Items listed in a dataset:
BEGIN

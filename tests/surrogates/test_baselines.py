"""Baseline learners on problems with closed-form answers: persistence, spline, Hankel DMD, analogues."""

from __future__ import annotations

import numpy as np
import pytest
from scipy.linalg import expm

from surrogates import InvalidDataError, TrainingData
from surrogates.analog import Analogues
from surrogates.dmd import HankelDMD
from surrogates.persistence import Persistence
from surrogates.spline import SplineInterpolant

# A linear system with eigenvalues -0.1 ± 1i and -0.3 (closed form: y(t) = expm(A t) y0).
A = np.array([[-0.1, -1.0, 0.0], [1.0, -0.1, 0.0], [0.0, 0.0, -0.3]])
EIGS = np.array([-0.3 + 0j, -0.1 - 1j, -0.1 + 1j])
Y0 = np.array([1.0, 0.5, 2.0])


def _linear(t):
    return np.array([expm(A * s) @ Y0 for s in t])


def test_persistence_returns_the_start_state():
    rng = np.random.default_rng(0)
    data = TrainingData.from_arrays(np.arange(5.0), rng.normal(size=(5, 2)))
    y0 = rng.normal(size=(3, 2))
    out = Persistence().fit(data).rollout(y0, np.linspace(0.0, 2.0, 6))
    assert out.shape == (3, 6, 2)
    assert np.array_equal(out, np.repeat(y0[:, None], 6, axis=1))  # exact, by definition


@pytest.mark.parametrize("delays, rank", [(1, None), (5, 3)])
def test_dmd_recovers_linear_eigenvalues(delays, rank):
    dt = 0.1
    t = dt * np.arange(120)
    model = HankelDMD(delays=delays, rank=rank).fit(TrainingData.from_arrays(t, _linear(t)))
    assert model.rank_ == 3  # a 3-D linear system spans 3 dimensions in delay space (closed form)
    got = np.sort_complex(model.continuous_eigenvalues_)
    assert np.max(np.abs(got - EIGS)) < 1e-9  # closed form: eigenvalues of A
    assert np.max(np.abs(np.sort_complex(model.eigenvalues_) - np.sort_complex(np.exp(EIGS * dt)))) < 1e-10


def test_dmd_forecasts_and_reconstructs_a_linear_system_exactly():
    dt = 0.1
    t = dt * np.arange(160)
    y = _linear(t)
    model = HankelDMD(delays=4).fit(TrainingData.from_arrays(t[:100], y[:100]))
    # forecast at the training spacing from a history of the last 6 states
    out = model.rollout(y[None, 120], t[120:150], y[None, 115:121])
    assert np.max(np.abs(out[0] - y[120:150])) < 1e-9  # closed form expm(A t) y0
    # at twice the spacing the history is given at that spacing too (and interpolated onto dt)
    out2 = model.rollout(y[None, 120], t[120:150:2], y[None, 100:121:2])
    # limited by the cubic interpolation of the history: <= 5/384 h^4 max|y''''| = 4.8e-5 for h = 0.2
    # and |y''''| = |A^4 y| <= 2.3 (de Boor, A Practical Guide to Splines, ch. IV error bound)
    assert np.max(np.abs(out2[0] - y[120:150:2])) < 4.8e-5
    # reconstruction between samples
    tq = t[10:90] + 0.37 * dt
    assert np.max(np.abs(model.predict(tq) - _linear(tq))) < 1e-9
    with pytest.raises(InvalidDataError, match="history"):
        model.rollout(y[None, 120], t[120:130], None)


def test_spline_converges_at_fourth_order():
    # harmonic oscillator x'' = -w^2 x: closed form x = cos(w t), v = -w sin(w t).
    # Cubic-spline interpolation error is O(h^4) (de Boor, A Practical Guide to Splines, ch. IV).
    w = 2.0
    t_fine = np.linspace(0.0, 6.0, 2001)
    exact = np.stack([np.cos(w * t_fine), -w * np.sin(w * t_fine)], axis=1)
    steps, errors = [], []
    for n in (16, 32, 64, 128):
        t = np.linspace(0.0, 6.0, n + 1)
        y = np.stack([np.cos(w * t), -w * np.sin(w * t)], axis=1)
        model = SplineInterpolant().fit(TrainingData.from_arrays(t, y))
        steps.append(t[1] - t[0])
        errors.append(np.max(np.abs(model.predict(t_fine) - exact)))
    order = np.polyfit(np.log(steps), np.log(errors), 1)[0]
    assert 3.8 < order < 4.3, (order, errors)


def test_spline_is_exact_on_a_cubic_and_picks_the_right_trajectory():
    t1, t2 = np.linspace(0.0, 1.0, 7), np.linspace(5.0, 6.0, 5)
    f = lambda t: np.stack([t ** 3 - 2 * t, 0.5 * t ** 2], axis=1)  # noqa: E731 - closed form cubic
    g = lambda t: np.stack([-t, 3.0 + 0 * t], axis=1)  # noqa: E731
    data = TrainingData((TrainingData.from_arrays(t1, f(t1)).trajectories[0],
                         TrainingData.from_arrays(t2, g(t2)).trajectories[0]))
    model = SplineInterpolant().fit(data)
    tq = np.array([0.13, 0.77, 5.21, 5.9])
    expect = np.concatenate([f(tq[:2]), g(tq[2:])])
    assert np.max(np.abs(model.predict(tq) - expect)) < 1e-12  # not-a-knot reproduces cubics exactly


def test_analogues_forecast_a_periodic_signal_exactly():
    # a period of exactly 40 samples: every future delay vector is in the library (closed form)
    k = np.arange(400)
    y = np.stack([np.sin(2 * np.pi * k / 40), np.cos(2 * np.pi * k / 40) + 0.3 * np.sin(4 * np.pi * k / 40)], 1)
    t = 0.05 * k
    model = Analogues(delays=2, n_neighbors=3).fit(TrainingData.from_arrays(t[:200], y[:200]))
    out = model.rollout(y[[250, 291]], t[250:330] - t[250], np.stack([y[245:251], y[286:292]]))
    expect = np.stack([y[250:330], y[291:371]])
    assert np.max(np.abs(out - expect)) < 1e-12


def test_analogues_stay_on_the_library_in_a_long_rollout():
    k = np.arange(300)
    y = np.stack([np.sin(0.3 * k), np.cos(0.3 * k)], 1)  # not commensurate with the sampling
    model = Analogues(delays=2, n_neighbors=4).fit(TrainingData.from_arrays(0.1 * k, y))
    out = model.rollout(y[None, 299], 0.1 * np.arange(500), y[None, 297:300])
    radius = np.hypot(out[0, :, 0], out[0, :, 1])
    # weighted means of points on the unit circle lie inside it, close to it for near neighbours
    assert radius.max() <= 1.0 + 1e-12 and radius.min() > 0.95
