"""Next-generation reservoir computing: Lorenz-63 forecasts from a few hundred samples, typed errors."""

from __future__ import annotations

import numpy as np
import pytest
from scipy.integrate import solve_ivp

from surrogates import InvalidDataError, NotApplicableError, Physics, TrainingData, Trajectory
from surrogates.ngrc import NextGenerationRC

DT = 0.025  # sampling step of Gauthier et al., Nat. Commun. 12, 5564 (2021), Lorenz-63 task
LYAPUNOV_TIME = 1.0 / 0.9056  # largest exponent 0.9056 (Sprott, Chaos and Time-Series Analysis, 2003)


def lorenz63(t, y):
    """Lorenz-63 with sigma 10, rho 28, beta 8/3 (E. N. Lorenz, J. Atmos. Sci. 20, 130 (1963))."""
    return [10.0 * (y[1] - y[0]), y[0] * (28.0 - y[2]) - y[1], y[0] * y[1] - 8.0 / 3.0 * y[2]]


def lorenz_series(n, dt=DT, transient=50.0, y0=(1.0, 1.0, 1.0)):
    t = transient + dt * np.arange(n)
    sol = solve_ivp(lorenz63, (0.0, t[-1]), list(y0), method="DOP853", t_eval=t, rtol=1e-10, atol=1e-10)
    return t - transient, sol.y.T


@pytest.fixture(scope="module")
def setup():
    t, y = lorenz_series(400 + 2_000)
    data = TrainingData.from_arrays(t[:400], y[:400])  # 400 training points, as in Gauthier et al. (2021)
    scale = y.std(axis=0)  # per-variable attractor standard deviation (60 time units; the NRMSE scale)
    return t, y, data, scale, NextGenerationRC(k=2, s=1, ridge=2.5e-6).fit(data)


def test_forecasts_one_lyapunov_time_from_400_samples(setup):
    # Gauthier et al. (2021): NG-RC (k=2, s=1, quadratic monomials) trained on 400 points at
    # dt 0.025 forecasts Lorenz-63 with a normalised error of order 1e-2 over one Lyapunov
    # time. Check: over the first Lyapunov time the NRMSE (per-variable attractor std) stays
    # below 0.4 for every one of five test starts (measured here: 1e-3 to 1e-2).
    t, y, data, scale, model = setup
    n1 = int(np.ceil(LYAPUNOV_TIME / DT)) + 1
    starts = [450 + 300 * i for i in range(5)]
    hist = np.stack([y[s - 1:s + 1] for s in starts])
    pred = model.rollout(y[starts], DT * np.arange(n1), hist)
    for i, s in enumerate(starts):
        err = np.sqrt(np.mean(((pred[i] - y[s:s + n1]) / scale) ** 2, axis=-1))
        assert err.max() < 0.4, (s, err.max())


def test_feature_vector_size_and_names(setup):
    # Gauthier et al. (2021): d k = 6 linear features, 21 unique quadratic monomials, a constant: 28.
    *_, model = setup
    assert model.w_out_.shape == (3, 28)
    assert model.feature_names_[:4] == ["1", "y0", "y1", "y2"]
    assert "y0*y2(t-1)" in model.feature_names_
    assert model.n_parameters() == 84


def test_history_needed_and_analogue_fallback(setup):
    # k = 3, s = 2 needs four samples before the start; a history of that length and a
    # longer one give the same forecast (only the last (k-1)s samples matter), and no
    # history still forecasts (borrowed warm-up) for at least half a Lyapunov time.
    t, y, data, scale, _ = setup
    model = NextGenerationRC(k=3, s=2).fit(data)
    s = 700
    a = model.rollout(y[[s]], DT * np.arange(30), y[None, s - 4:s + 1])
    b = model.rollout(y[[s]], DT * np.arange(30), y[None, s - 20:s + 1])
    np.testing.assert_allclose(a, b, rtol=0, atol=1e-12)
    c = model.rollout(y[[s]], DT * np.arange(30))
    err = np.sqrt(np.mean(((c[0] - y[s:s + 30]) / scale) ** 2, axis=-1))
    assert err[: int(0.5 * LYAPUNOV_TIME / DT)].max() < 0.4


def test_coarser_output_grid_subsamples_the_forecast():
    # Output spacing twice the training step: two model steps per output; a history at the
    # coarse spacing is refined by a cubic spline, so the two forecasts agree to the spline's
    # accuracy (finely sampled data here, dt 0.005, where the spline error is small).
    dt = 0.005
    t, y = lorenz_series(1_200, dt=dt)
    model = NextGenerationRC().fit(TrainingData.from_arrays(t[:800], y[:800]))
    fine = model.rollout(y[[1_000]], dt * np.arange(21), y[None, 960:1_001])
    coarse = model.rollout(y[[1_000]], 2 * dt * np.arange(11), y[None, 960:1_001:2])
    assert coarse.shape == (1, 11, 3)
    np.testing.assert_allclose(coarse[0], fine[0, ::2], rtol=0, atol=0.01 * float(y.std(axis=0).min()))


def test_several_trajectories(setup):
    t, y, *_ = setup
    data = TrainingData((Trajectory(t[:200], y[:200]), Trajectory(t[1000:1200], y[1000:1200])))
    model = NextGenerationRC().fit(data)
    assert model.n_training_samples_ == 2 * (200 - 2)


def test_bad_input(setup):
    t, y, data, scale, model = setup
    with pytest.raises(InvalidDataError, match="dimension"):
        model.rollout(np.zeros((1, 4)), DT * np.arange(5))
    with pytest.raises(InvalidDataError, match="NaN"):
        bad = y[:50].copy()
        bad[3, 0] = np.inf
        TrainingData.from_arrays(t[:50], bad)
    with pytest.raises(InvalidDataError, match="at least 10 samples"):
        NextGenerationRC().fit(TrainingData.from_arrays(t[:5], y[:5]))
    with pytest.raises(InvalidDataError, match="more than"):
        NextGenerationRC(k=8, s=3).fit(TrainingData.from_arrays(t[:15], y[:15]))
    irregular = np.sort(np.random.default_rng(0).uniform(0.0, 10.0, 50))
    with pytest.raises(InvalidDataError, match="equally spaced"):
        NextGenerationRC().fit(TrainingData.from_arrays(irregular, y[:50]))
    phys = Physics(level="partial", vector_field=lambda s, x, p: x, params={}, removed_term="a")
    with pytest.raises(NotApplicableError, match="physics level"):
        NextGenerationRC().fit(data, phys)
    with pytest.raises(InvalidDataError, match="multiple"):
        model.rollout(y[[500]], 0.6 * DT * np.arange(5))


@pytest.mark.parametrize("n, p", [(40, 12), (30, 200)])
def test_ridge_readout_matches_numpy_least_squares_in_both_forms(n, p):
    """Primal (n >= p) and dual (p > n) ridge give the weights of the augmented least-squares
    problem solved by numpy.linalg.lstsq (the push-through identity; closed form)."""
    from surrogates.ngrc import _ridge

    rng = np.random.default_rng(7)
    phi, target, lam = rng.standard_normal((n, p)), rng.standard_normal((n, 3)), 1e-3
    aug = np.concatenate([phi, np.sqrt(lam) * np.eye(p)])
    expected = np.linalg.lstsq(aug, np.concatenate([target, np.zeros((p, 3))]), rcond=None)[0]
    np.testing.assert_allclose(_ridge(phi, target, lam), expected, rtol=1e-9, atol=1e-11)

END

▶ [PROBLEM TO SOLVE] Reproduce only the lines above, starting at the line with "rng = np.random.default_rng(0)" and ending at the line with "assert out.shape == (3, 6, 2)", exactly as written.

▶ [OUTPUT FOR THIS TASK]
    rng = np.random.default_rng(0)
    data = TrainingData.from_arrays(np.arange(5.0), rng.normal(size=(5, 2)))
    y0 = rng.normal(size=(3, 2))
    out = Persistence().fit(data).rollout(y0, np.linspace(0.0, 2.0, 6))
    assert out.shape == (3, 6, 2)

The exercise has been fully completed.